What needs to be done >>
What lines in the material hold the string "some"? Copy out each of them.
-- Supplied records follows --
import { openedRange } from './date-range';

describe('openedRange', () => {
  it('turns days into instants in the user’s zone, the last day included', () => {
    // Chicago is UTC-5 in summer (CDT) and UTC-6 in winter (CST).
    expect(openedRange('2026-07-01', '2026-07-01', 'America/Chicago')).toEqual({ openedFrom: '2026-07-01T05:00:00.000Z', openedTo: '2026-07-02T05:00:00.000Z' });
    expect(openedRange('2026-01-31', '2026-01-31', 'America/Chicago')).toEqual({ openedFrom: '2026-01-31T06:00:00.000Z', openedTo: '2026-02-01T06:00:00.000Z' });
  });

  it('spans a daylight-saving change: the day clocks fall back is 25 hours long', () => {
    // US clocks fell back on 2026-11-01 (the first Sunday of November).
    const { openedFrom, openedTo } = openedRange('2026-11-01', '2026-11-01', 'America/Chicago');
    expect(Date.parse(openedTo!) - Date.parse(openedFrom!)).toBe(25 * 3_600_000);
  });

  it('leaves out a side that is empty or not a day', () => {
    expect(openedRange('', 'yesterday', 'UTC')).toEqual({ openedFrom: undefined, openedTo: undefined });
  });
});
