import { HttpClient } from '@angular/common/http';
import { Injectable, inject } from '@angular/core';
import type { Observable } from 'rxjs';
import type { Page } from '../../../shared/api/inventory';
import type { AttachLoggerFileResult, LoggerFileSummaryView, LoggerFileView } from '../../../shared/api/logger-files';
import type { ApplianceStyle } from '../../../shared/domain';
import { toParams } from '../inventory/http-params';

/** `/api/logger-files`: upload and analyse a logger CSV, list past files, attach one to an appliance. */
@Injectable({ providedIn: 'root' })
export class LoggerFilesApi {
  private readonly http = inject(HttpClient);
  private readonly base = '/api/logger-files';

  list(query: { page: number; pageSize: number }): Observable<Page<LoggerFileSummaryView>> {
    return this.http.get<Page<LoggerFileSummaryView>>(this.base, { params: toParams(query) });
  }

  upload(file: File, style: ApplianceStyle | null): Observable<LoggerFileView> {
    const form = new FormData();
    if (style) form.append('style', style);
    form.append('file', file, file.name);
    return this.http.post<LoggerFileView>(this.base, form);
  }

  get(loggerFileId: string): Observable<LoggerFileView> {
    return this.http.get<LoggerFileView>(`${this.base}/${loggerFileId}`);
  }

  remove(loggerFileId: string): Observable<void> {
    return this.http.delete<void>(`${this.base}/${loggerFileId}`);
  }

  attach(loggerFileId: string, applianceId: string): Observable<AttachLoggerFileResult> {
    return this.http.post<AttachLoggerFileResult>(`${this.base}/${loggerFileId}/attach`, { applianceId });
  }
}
-- Supplied records concluded --
-- Supplied records follows --
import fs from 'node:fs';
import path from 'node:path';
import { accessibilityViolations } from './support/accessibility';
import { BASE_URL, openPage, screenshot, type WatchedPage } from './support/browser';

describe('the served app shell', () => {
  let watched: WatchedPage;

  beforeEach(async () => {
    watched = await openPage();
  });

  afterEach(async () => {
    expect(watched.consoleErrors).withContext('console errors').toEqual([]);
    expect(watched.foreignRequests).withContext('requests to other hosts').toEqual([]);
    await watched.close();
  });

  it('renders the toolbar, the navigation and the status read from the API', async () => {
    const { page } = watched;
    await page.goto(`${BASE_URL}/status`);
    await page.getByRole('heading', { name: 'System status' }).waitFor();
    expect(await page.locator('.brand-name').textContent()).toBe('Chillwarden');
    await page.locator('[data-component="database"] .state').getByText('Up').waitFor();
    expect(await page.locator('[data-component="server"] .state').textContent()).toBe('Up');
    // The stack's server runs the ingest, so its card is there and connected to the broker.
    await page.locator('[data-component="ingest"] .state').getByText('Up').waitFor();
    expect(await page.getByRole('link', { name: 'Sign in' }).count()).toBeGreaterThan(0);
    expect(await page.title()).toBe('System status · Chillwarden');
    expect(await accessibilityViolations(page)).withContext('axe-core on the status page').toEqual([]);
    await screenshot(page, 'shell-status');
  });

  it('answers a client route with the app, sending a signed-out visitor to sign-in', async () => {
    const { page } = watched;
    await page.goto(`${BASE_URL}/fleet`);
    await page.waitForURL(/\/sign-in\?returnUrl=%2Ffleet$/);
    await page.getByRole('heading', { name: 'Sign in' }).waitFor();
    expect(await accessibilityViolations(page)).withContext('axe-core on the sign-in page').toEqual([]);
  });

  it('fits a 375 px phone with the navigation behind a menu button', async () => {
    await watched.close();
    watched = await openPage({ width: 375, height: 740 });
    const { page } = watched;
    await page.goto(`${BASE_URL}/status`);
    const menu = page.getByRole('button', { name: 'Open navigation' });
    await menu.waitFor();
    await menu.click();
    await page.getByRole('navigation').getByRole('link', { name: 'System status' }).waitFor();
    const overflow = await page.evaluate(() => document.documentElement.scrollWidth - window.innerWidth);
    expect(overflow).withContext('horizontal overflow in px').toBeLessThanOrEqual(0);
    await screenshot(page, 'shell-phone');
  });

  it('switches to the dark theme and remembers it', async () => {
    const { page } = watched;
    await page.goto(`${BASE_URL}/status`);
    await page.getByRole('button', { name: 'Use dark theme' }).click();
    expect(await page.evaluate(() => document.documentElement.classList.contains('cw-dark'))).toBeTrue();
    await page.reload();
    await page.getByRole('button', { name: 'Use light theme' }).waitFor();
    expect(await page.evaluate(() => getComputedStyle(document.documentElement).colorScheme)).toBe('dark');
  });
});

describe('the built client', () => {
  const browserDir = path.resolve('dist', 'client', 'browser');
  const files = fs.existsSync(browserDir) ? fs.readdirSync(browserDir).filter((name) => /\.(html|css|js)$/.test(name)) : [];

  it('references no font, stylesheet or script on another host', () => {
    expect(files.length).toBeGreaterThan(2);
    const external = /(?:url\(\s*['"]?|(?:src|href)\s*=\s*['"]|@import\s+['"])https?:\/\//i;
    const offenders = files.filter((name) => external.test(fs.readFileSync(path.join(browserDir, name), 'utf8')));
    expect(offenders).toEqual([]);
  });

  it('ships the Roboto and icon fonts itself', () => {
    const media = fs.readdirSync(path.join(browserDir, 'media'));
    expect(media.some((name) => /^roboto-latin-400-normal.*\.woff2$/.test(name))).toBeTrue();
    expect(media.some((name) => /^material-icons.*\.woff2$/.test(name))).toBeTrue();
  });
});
-- Supplied records concluded --
Reply >>
    expect(media.some((name) => /^roboto-latin-400-normal.*\.woff2$/.test(name))).toBeTrue();
    expect(media.some((name) => /^material-icons.*\.woff2$/.test(name))).toBeTrue();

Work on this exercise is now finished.